Beberapa studi imaging menunjukkan bahwa pada pasien stroke, aktivitas
jaringan motorik meluas bilateral, jika dibandingkan dengan individu normal.
Meskipun aktivitas pada kedua hemisfer merefleksikan reorganisasi, masih belum
jelas bagaimana mekanismenya dalam perbaikan motor pasien stroke. Biasanya
aktivasi dari hemisfer ipsilesi berkaitan dengan perbaikan motorik yang lebih baik
dan pada pasien dengan pemulihan yang buruk mempunyai aktivasi bilateral yang
lebih buruk. Misalnya, pada pasien dengan pemulihan baik, stimulasi TMS
suprathreshold di ipsilesi MI akan menyebabkan gerakan pada tangan yang
parese, tetapi pada stimulasi kontralesi tidak. Temuan ini dapat dijelaskan dengan
model anatomi, yaitu kontrol hemisfer berdasarkan proyeksi medula spinalis
kontralateral dari area motorik kortikal. Akan tetapi peran hemisfer kontralesi
pada pemulihan motorik masih diperdebatkan. Ada beberapa studi yang signifikan
menduga bahwa aktivasi yang berkelanjutan pada sisi kontralesi mungkin tidak
mempunyai keuntungan dalam pemulihan motorik. Contohnya, studi pencitraan
telah mengalami perkembangan yaitu dengan perubahan aktivasi berkaitan dengan
pemulihan yang bersamaan, dimulai di sisi kontralesi dan diikuti sisi ipsilesi. Pada
pasien stroke dengan pemulihan buruk menunjukkan aktivasi kontinu dari
hemisfer kontralesi.20
2.1.4. Perjalanan Impuls Motorik21
Impuls motorik untuk gerakan volunter terutama dicetuskan di girus
presentralis lobus frontalis (korteks motorik primer, area 4 Broadmann) dan area
kortikal di sekitarnya (neuron motorik pertama). Impuls tersebut berjalan di dalam
jaras serabut yang panjang (terutama traktus kortikonuklearis dan traktus
kortikospinalis/jaras piramidal), melewati batang otak dan turun ke medula
spinalis ke kornu anterior, tempat mereka membentuk kontak sinaptik dengan

14
neuron motorik kedua, biasanya melewati satu atau beberapa interneuron
perantara.
Serabut saraf yang muncul dari area 4 dan area kortikal yang berdekatan
bersama-sama membentuk traktus piramidalis yang merupakan hubungan yang
paling langsung dan tercepat antara area motorik primer dan neuron motorik di
kornu anterior. Selain itu, area kortikal lain (terutama korteks premotorik, area 6)

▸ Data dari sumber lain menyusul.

//! Snapshots of computed squad summaries, for "what changed" comparisons.

use chrono::NaiveDate;
use tracing::instrument;
use uuid::Uuid;

use super::{Db, now_text};

/// Snapshots kept per team; older ones are pruned on insert.
pub const SNAPSHOTS_KEPT: i64 = 200;

/// Stores a snapshot unless one exists for the same version and span.
#[instrument(skip_all)]
pub async fn save_snapshot(
    db: &Db,
    team_id: Uuid,
    version: i64,
    span: (NaiveDate, NaiveDate),
    rows_json: &str,
) -> Result<(), sqlx::Error> {
    let team = team_id.to_string();
    let from = span.0.to_string();
    let to = span.1.to_string();
    let now = now_text();
    let mut tx = db.begin_write().await?;
    sqlx::query!(
        "INSERT OR IGNORE INTO plan_snapshots (team_id, version, span_from, span_to, rows, created_at)
         VALUES (?, ?, ?, ?, ?, ?)",
        team,
        version,
        from,
        to,
        rows_json,
        now
    )
    .execute(&mut *tx)
    .await?;
    sqlx::query!(
        "DELETE FROM plan_snapshots WHERE team_id = ?1 AND rowid NOT IN (
             SELECT rowid FROM plan_snapshots WHERE team_id = ?1 ORDER BY version DESC, span_from DESC, span_to DESC LIMIT ?2)",
        team,
        SNAPSHOTS_KEPT
    )
    .execute(&mut *tx)
    .await?;
    // The order above is the primary key's, so the pruning reads only that
    // index: ordering by a column stored after the large `rows` text would
    // walk every kept snapshot's overflow pages (about 24 MB for 200 squad
    // summaries) on every insert.
    // Snapshots are no input of any plan: the memo of versions stays valid.
    tx.commit_outside_memo().await
}

/// Whether a snapshot of a version and span is stored (without reading it).
#[instrument(skip_all)]
pub async fn has_snapshot(
    db: &Db,
    team_id: Uuid,
    version: i64,
    span: (NaiveDate, NaiveDate),
) -> Result<bool, sqlx::Error> {
    let team = team_id.to_string();
    let from = span.0.to_string();
    let to = span.1.to_string();
    let found = sqlx::query_scalar!(
        r#"SELECT EXISTS(SELECT 1 FROM plan_snapshots WHERE team_id = ? AND version = ? AND span_from = ? AND span_to = ?) AS "found!: bool""#,
        team,
        version,
        from,
        to
    )
    .fetch_one(&db.read)
    .await?;
    Ok(found)
}

/// The snapshot of a version and span, as stored JSON.
#[instrument(skip_all)]
pub async fn snapshot(
    db: &Db,
    team_id: Uuid,
    version: i64,
    span: (NaiveDate, NaiveDate),
) -> Result<Option<String>, sqlx::Error> {
    let team = team_id.to_string();
    let from = span.0.to_string();
    let to = span.1.to_string();
    sqlx::query_scalar!(
        "SELECT rows FROM plan_snapshots WHERE team_id = ? AND version = ? AND span_from = ? AND span_to = ?",
        team,
        version,
        from,
        to
    )
    .fetch_optional(&db.read)
    .await
}

/// Whether any snapshot is the known state of the team just before `version`
/// (the latest snapshot with a version at most `version`), for a span.
#[instrument(skip_all)]
pub async fn latest_before(
    db: &Db,
    team_id: Uuid,
    version: i64,
    span: (NaiveDate, NaiveDate),
) -> Result<Option<(i64, String)>, sqlx::Error> {
    let team = team_id.to_string();
    let from = span.0.to_string();
    let to = span.1.to_string();
    let row = sqlx::query!(
        "SELECT version, rows FROM plan_snapshots WHERE team_id = ? AND version < ? AND span_from = ? AND span_to = ?
         ORDER BY version DESC LIMIT 1",
        team,
        version,
        from,
        to
    )
    .fetch_optional(&db.read)
    .await?;
    Ok(row.map(|r| (r.version, r.rows)))
}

dan nuklei subkortikalis (terutama ganglia basalis) berpartisipasi terutama dalam
kontrol neuron gerakan. Area-area tersebut membentuk lengkung umpan balik
yang kompleks satu dengan lainnya dan dengan korteks motorik primer dan
serebelum; struktur ini mempengaruhi sel-sel di kornu anterior medula spinalis
melalui beberapa jaras yang berbeda di medula spinalis. Fungsinya terutama
untuk memodulasi gerakan dan untuk mengatur tonus otot.

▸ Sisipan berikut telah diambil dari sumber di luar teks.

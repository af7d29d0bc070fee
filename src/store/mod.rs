//! The only code that speaks SQL. Functions return domain types.
//!
//! SQLite is opened in WAL mode with two pools: a read pool of a few
//! connections, and a writer pool of exactly one connection whose
//! transactions start with `BEGIN IMMEDIATE`. Writes are therefore
//! serialised inside the process and take the write lock up front, so a
//! read-then-write transaction never fails half-way with SQLITE_BUSY.

pub mod athletes;
pub mod audit;
pub mod board_sessions;
pub mod memo;
pub mod planning;
pub mod plans;
pub mod sessions;
pub mod teams;
pub mod tokens;

use std::path::{Path, PathBuf};
use std::str::FromStr;
use std::time::Duration;

use chrono::{DateTime, SecondsFormat, Utc};
use sqlx::sqlite::SqliteConnection;
use sqlx::sqlite::{
    SqliteConnectOptions, SqliteJournalMode, SqlitePool, SqlitePoolOptions, SqliteSynchronous,
};
use sqlx::{Sqlite, Transaction};

/// A write transaction on the writer connection. Committing it tells the
/// read memo ([`memo`]) that data changed.
pub struct Tx {
    inner: Transaction<'static, Sqlite>,
    memo: std::sync::Arc<memo::ReadMemo>,
}

impl Tx {
    /// Commits a write that changes no token, team or audit row (a plan
    /// snapshot): the read memo stays valid.
    pub async fn commit_outside_memo(self) -> Result<(), sqlx::Error> {
        self.inner.commit().await
    }

    pub async fn commit(self) -> Result<(), sqlx::Error> {
        let result = self.inner.commit().await;
        // After the commit is visible (or failed): bumping either way is safe.
        self.memo.wrote();
        result
    }
}

impl std::ops::Deref for Tx {
    type Target = SqliteConnection;
    fn deref(&self) -> &SqliteConnection {
        &self.inner
    }
}

impl std::ops::DerefMut for Tx {
    fn deref_mut(&mut self) -> &mut SqliteConnection {
        &mut self.inner
    }
}

static MIGRATOR: sqlx::migrate::Migrator = sqlx::migrate!();

#[derive(Debug, thiserror::Error)]
pub enum OpenError {
    #[error("cannot open database {path}: {source}")]
    Open { path: PathBuf, source: sqlx::Error },
    #[error(
        "database {path} was written by a newer glycoweek (schema version {found}, this build knows up to {known}); refusing to start. Upgrade glycoweek or restore a backup."
    )]
    NewerSchema {
        path: PathBuf,
        found: i64,
        known: i64,
    },
    #[error("cannot migrate database {path}: {source}")]
    Migrate {
        path: PathBuf,
        source: sqlx::migrate::MigrateError,
    },
}

#[derive(Clone, Debug)]
pub struct Db {
    pub read: SqlitePool,
    pub write: SqlitePool,
    /// Tokens, teams and input versions read recently (see [`memo`]).
    pub memo: std::sync::Arc<memo::ReadMemo>,
}

impl Db {
    /// Opens (creating if missing) and migrates the database at `path`.
    pub async fn open(path: &Path) -> Result<Self, OpenError> {
        let open_err = |source| OpenError::Open {
            path: path.to_owned(),
            source,
        };
        let options = SqliteConnectOptions::from_str("sqlite:")
            .map_err(open_err)?
            .filename(path)
            .create_if_missing(true)
            .journal_mode(SqliteJournalMode::Wal)
            .synchronous(SqliteSynchronous::Normal)
            .foreign_keys(true)
            .busy_timeout(Duration::from_secs(5));
        let write = SqlitePoolOptions::new()
            .max_connections(1)
            .acquire_timeout(Duration::from_secs(10))
            .connect_with(options.clone())
            .await
            .map_err(open_err)?;
        check_schema_not_newer(&write, path).await?;
        MIGRATOR
            .run(&write)
            .await
            .map_err(|source| OpenError::Migrate {
                path: path.to_owned(),
                source,
            })?;
        let read = SqlitePoolOptions::new()
            .max_connections(4)
            .acquire_timeout(Duration::from_secs(10))
            .connect_with(options.read_only(true))
            .await
            .map_err(open_err)?;
        Ok(Self {
            read,
            write,
            memo: Default::default(),
        })
    }

    /// Starts a write transaction holding the database write lock.
    pub async fn begin_write(&self) -> Result<Tx, sqlx::Error> {
        Ok(Tx {
            inner: self.write.begin_with("BEGIN IMMEDIATE").await?,
            memo: self.memo.clone(),
        })
    }

    /// Writes a consistent copy of the live database to `to` (`VACUUM INTO`).
    pub async fn backup(&self, to: &Path) -> Result<(), sqlx::Error> {
        let target = to.to_string_lossy().into_owned();
        sqlx::query("VACUUM INTO ?")
            .bind(target)
            .execute(&self.write)
            .await?;
        Ok(())
    }

    /// Liveness and readiness: the database answers a query.
    pub async fn ping(&self) -> Result<(), sqlx::Error> {
        sqlx::query("SELECT 1")
            .execute(&self.read)
            .await
            .map(|_| ())
    }

    pub async fn close(&self) {
        self.read.close().await;
        self.write.close().await;
    }
}

/// Refuses a database migrated by a newer build: running old code on it
/// could silently corrupt data that the newer schema relies on.
async fn check_schema_not_newer(pool: &SqlitePool, path: &Path) -> Result<(), OpenError> {
    let known = MIGRATOR.iter().map(|m| m.version).max().unwrap_or(0);
    let has_table: Option<i64> = sqlx::query_scalar(
        "SELECT 1 FROM sqlite_master WHERE type = 'table' AND name = '_sqlx_migrations'",
    )
    .fetch_optional(pool)
    .await
    .map_err(|source| OpenError::Open {
        path: path.to_owned(),
        source,
    })?;
    if has_table.is_none() {
        return Ok(());
    }
    let found: Option<i64> = sqlx::query_scalar("SELECT MAX(version) FROM _sqlx_migrations")
        .fetch_one(pool)
        .await
        .map_err(|source| OpenError::Open {
            path: path.to_owned(),
            source,
        })?;
    match found {
        Some(found) if found > known => Err(OpenError::NewerSchema {
            path: path.to_owned(),
            found,
            known,
        }),
        _ => Ok(()),
    }
}

/// Instants are stored as RFC 3339 UTC text with microseconds.
pub fn now_text() -> String {
    instant_text(Utc::now())
}

pub fn instant_text(t: DateTime<Utc>) -> String {
    t.to_rfc3339_opts(SecondsFormat::Micros, true)
}

pub fn parse_instant(s: &str) -> Result<DateTime<Utc>, sqlx::Error> {
    DateTime::parse_from_rfc3339(s)
        .map(|t| t.with_timezone(&Utc))
        .map_err(|e| sqlx::Error::Decode(Box::new(e)))
}

/// Decodes a JSON column; a failure means the row is corrupt, not the request.
pub fn from_json<T: serde::de::DeserializeOwned>(s: &str) -> Result<T, sqlx::Error> {
    serde_json::from_str(s).map_err(|e| sqlx::Error::Decode(Box::new(e)))
}

pub fn to_json<T: serde::Serialize>(v: &T) -> String {
    serde_json::to_string(v).unwrap_or_else(|_| "null".into())
}

pub fn label<T: serde::de::DeserializeOwned>(s: &str) -> Result<T, sqlx::Error> {
    crate::domain::parse_label(s).map_err(|e| sqlx::Error::Decode(Box::new(e)))
}

pub fn uuid(s: &str) -> Result<uuid::Uuid, sqlx::Error> {
    uuid::Uuid::parse_str(s).map_err(|e| sqlx::Error::Decode(Box::new(e)))
}

pub fn date(s: &str) -> Result<chrono::NaiveDate, sqlx::Error> {
    chrono::NaiveDate::parse_from_str(s, "%Y-%m-%d").map_err(|e| sqlx::Error::Decode(Box::new(e)))
}

/// What a conditional write requires of the stored version (`If-Match`).
#[derive(Debug, Clone, PartialEq, Eq)]
pub enum Precondition {
    /// No condition: write whatever is stored.
    None,
    /// The stored version must be one of these (an absent row matches none).
    OneOf(Vec<i64>),
}

impl Precondition {
    pub fn exactly(version: i64) -> Self {
        Self::OneOf(vec![version])
    }

    /// Whether a row at `version` (`None`: no row) may be written.
    pub fn allows(&self, version: Option<i64>) -> bool {
        match self {
            Self::None => true,
            Self::OneOf(versions) => version.is_some_and(|v| versions.contains(&v)),
        }
    }
}

/// Result of a conditional write.
pub enum Write<T> {
    Done(T),
    NotFound,
    Stale,
}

Impuls yang terbentuk di neuron motorik kedua pada nuklei nervi kranialis
dan kornu anterior medula spinalis berjalan melewati radiks anterior, pleksus saraf
(di regio servikal dan lumbosacral) serta saraf perifer dalam perjalanannya ke otot.
Impuls dihantarkan ke sel-sel otot melalui motor end plate taut neuromuskular.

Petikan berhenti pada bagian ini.